The Ministry of Interior is responsible for public order and internal security. The ministry controls the armed security organizations in the country except for the regular armed forces and some prison guards. It is also responsible, inter alia, for fire prevention, government archives, and passport and visa control. In theory the interior ministries that exist at the Czech and Slovak Socialist republic levels have similar responsibilities and functions, but the real power rests in the federal ministry in Prague. The federal Ministry of Interior is considered one of the key posts because of the power inherent in the control of the country's security agencies. In mid-1987, the minister of interior was Vratislav Vajnar, who had held the post since 1983. Vajnar was concurrently a deputy in the Chamber of the People in the Federal Assembly and a member of the KSC Central Committee.

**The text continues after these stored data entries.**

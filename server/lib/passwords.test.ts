import { expect, test } from 'vitest';
import { fitsPassword, hashPassword } from './passwords';

// OWASP Password Storage Cheat Sheet: Argon2id with m=19456 (19 MiB), t=2, p=1.
test('hashes by Argon2id with a published set of parameters', async () => {
  expect(await hashPassword('seven paper kites over town')).toMatch(/^\$argon2id\$v=19\$m=19456,t=2,p=1\$/);
});

test('fits the very password and no other, and never without a hash', async () => {
  const kept = await hashPassword('seven paper kites over town');
  expect(await fitsPassword('seven paper kites over town', kept)).toBe(true);
  expect(await fitsPassword('Seven paper kites over town', kept)).toBe(false);
  expect(await fitsPassword('seven paper kites over town ', kept)).toBe(false);
  expect(await fitsPassword('seven paper kites over town', null)).toBe(false);
});
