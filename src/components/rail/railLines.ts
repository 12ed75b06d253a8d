/** How the tags of one rail hang: side by side as many as fit, the rest below from further steel. */
import type { RailJob } from '#shared/schemas/job';

/** One run of steel: its tags, and its pegs with those that are free. */
export interface RailLine {
  jobs: RailJob[];
  pegs: number;
}

/** An unlimited rail on a phone shows its steel so far. */
const BARE = 5;
/** Narrower than this a tag no longer holds a machine's name. */
const TAG_MIN = 200;
const GAP = 16;
/** More side by side leave too much steel bare on a usual day. */
const ACROSS_MAX = 5;

/** How many tags fit side by side in so many pixels. */
export function acrossIn(width: number): number {
  return Math.min(ACROSS_MAX, Math.max(1, Math.floor((width + GAP) / (TAG_MIN + GAP))));
}

/**
 * The tags of one rail, cut into what hangs side by side.
 * @param free pegs still free; null where room is not limited, and the steel runs on to the edge
 * @param across tags side by side; null where the rail runs on sideways
 */
export function linesOf(jobs: readonly RailJob[], free: number | null, across: number | null): RailLine[] {
  const pegs = pegsOf(jobs.length, free, across);
  const most = across ?? pegs;
  const lines: RailLine[] = [];
  for (let at = 0; at < pegs; at += most) {
    lines.push({ jobs: jobs.slice(at, at + most), pegs: Math.min(most, pegs - at) });
  }
  return lines;
}

function pegsOf(hung: number, free: number | null, across: number | null): number {
  if (free !== null) return Math.max(1, hung + free);
  if (across === null) return Math.max(BARE, hung);
  return Math.max(1, Math.ceil(hung / across)) * across;
}
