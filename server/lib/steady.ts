import { setTimeout as sleep } from 'node:timers/promises';

/** Runs an act and settles no sooner than after `ms`, so that its time does not tell which way it went. */
export async function takeAtLeast<T>(ms: number, act: () => Promise<T>): Promise<T> {
  const [outcome] = await Promise.allSettled([act(), sleep(ms)]);
  if (outcome.status === 'rejected') throw outcome.reason;
  return outcome.value;
}
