import type { Request } from 'express';
import { LANGUAGES, type Language } from '#shared/domain/when';

/** The language a request asks for: the first of ours that it accepts, else English. */
export function languageOf(req: Request): Language {
  const accepted = req.acceptsLanguages([...LANGUAGES]);
  return LANGUAGES.find((language) => language === accepted) ?? 'en';
}
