/** The short lines of the Rail: what a tag's foot and a rail's plate say. */
import type { PartsReason, Stage } from '#shared/domain/stages';
import { formatDay, formatTime } from '#shared/domain/when';
import type { RailJob } from '#shared/schemas/job';
import { ageWords } from '@/components/job/ageWords';

/** What a machine that awaits parts waits for. */
export const WAITS_FOR: Record<PartsReason, string> = {
  part: 'Waits for a part',
  outside_work: 'Waits for outside work',
  makers_answer: "Waits for the maker's answer",
};

/** "11:40 am" today, else "Thu 3 Dec, 9:30 am". */
export function shortWhen(instant: string, now: Date, zone: string): string {
  const day = formatDay(instant, zone, 'en');
  const time = formatTime(instant, zone, 'en');
  return day === formatDay(now, zone, 'en') ? time : `${day}, ${time}`;
}

/** How long the tag has hung on its rail; says nothing where the machine is not in the shop. */
export function ageOf(job: RailJob, now: Date): string {
  return job.stage === 'booked' || job.stage === 'collected' ? '' : ageWords(job.stageSince, now);
}

/** The line at a tag's foot: when it arrives, what it waits for, how it ended. */
export function footOf(job: RailJob, now: Date, zone: string, outcomeOf: (job: RailJob) => string): string {
  if (job.stage === 'booked') return arrival(job, now, zone);
  if (job.stage === 'collected') return `Out ${shortWhen(job.stageSince, now, zone)}`;
  if (job.stage === 'awaiting_parts' && job.partsReason) return WAITS_FOR[job.partsReason];
  return job.stage === 'ready' && job.outcome ? outcomeOf(job) : '';
}

function arrival(job: RailJob, now: Date, zone: string): string {
  const today = formatDay(job.arrivesAt, zone, 'en') === formatDay(now, zone, 'en');
  const late = new Date(job.arrivesAt) < now;
  const when = shortWhen(job.arrivesAt, now, zone);
  if (late) return `Was due ${when}`;
  return today ? `In today ${when}` : `In ${when}`;
}

/** The plate's last line: the next arrival, or how long the oldest tag has hung. */
export function oldestOf(stage: Stage, jobs: readonly RailJob[], now: Date, zone: string): string {
  if (stage === 'collected') return '';
  if (stage === 'booked') {
    const next = jobs.find((job) => new Date(job.arrivesAt) >= now);
    return next ? `next ${shortWhen(next.arrivesAt, now, zone)}` : '';
  }
  const oldest = jobs[0];
  return oldest ? `oldest ${ageWords(oldest.stageSince, now)}` : '';
}

/** Longest in its stage first; what is booked hangs in order of arrival. */
export function inOrder(stage: Stage, jobs: readonly RailJob[]): RailJob[] {
  const key = (job: RailJob): number =>
    new Date(stage === 'booked' ? job.arrivesAt : job.stageSince).getTime();
  return jobs.filter((job) => job.stage === stage).sort((a, b) => key(a) - key(b));
}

At the end of World War II, when President Benes established the first postwar government at Kosice, control of the Ministry of Interior was sought and obtained by the KSC. Party member Vaclav Nosek was appointed minister and began the process of converting the security forces into arms of the party. Anticommunist police officers and officials were fired, noncommunist personnel were encouraged to join the party or its youth organization, and all were subjected to heavy doses of communist propaganda. It was Nosek's packing of the police hierarchy with communists that caused the protest resignation of anticommunist government ministers in February 1948, leading to the coup d'etat. When the coup took place, Nosek's communist-dominated security forces ensured an easy takeover.

During the purges of the early 1950s, the security agencies aided the Klement Gottwald faction against those communists accused of antistate crimes. Police participation in the purges, their arrogance and lack of scruples in dealing with ordinary citizens, and their brutal methods of interrogation were typical of the Stalinist model that they emulated. The term Secret Police as an official appellation was dropped in 1953, but the public, almost thirty years later, still used the title in referring to State Security.

As was the case in the military, but to a lesser extent, some members of the security forces were weeded out for having supported the Dubcek reforms. Stability returned to the security forces early in the 1970s--during normalization--and the forces have kept a tight rein on Czechoslovaks ever since. The repressive measures have led to discontent and dissidence, but never to a degree that was beyond control. Many Western observers and most expatriates of the era reported that the public became apathetic after the Warsaw Pact invasion and the return to rigid communist orthodoxy. The dissent movement known as Charter 77 that took form in 1977 was certainly a rebuke to the government and to the KSC, but it was far from being a mass movement and was rather easily contained by the security police (see Police Repression , this ch.; Charter 77 , ch. 4). Ten years after its inception, the Charter 77 group remained small; security forces had ensured that it would not attract mass support.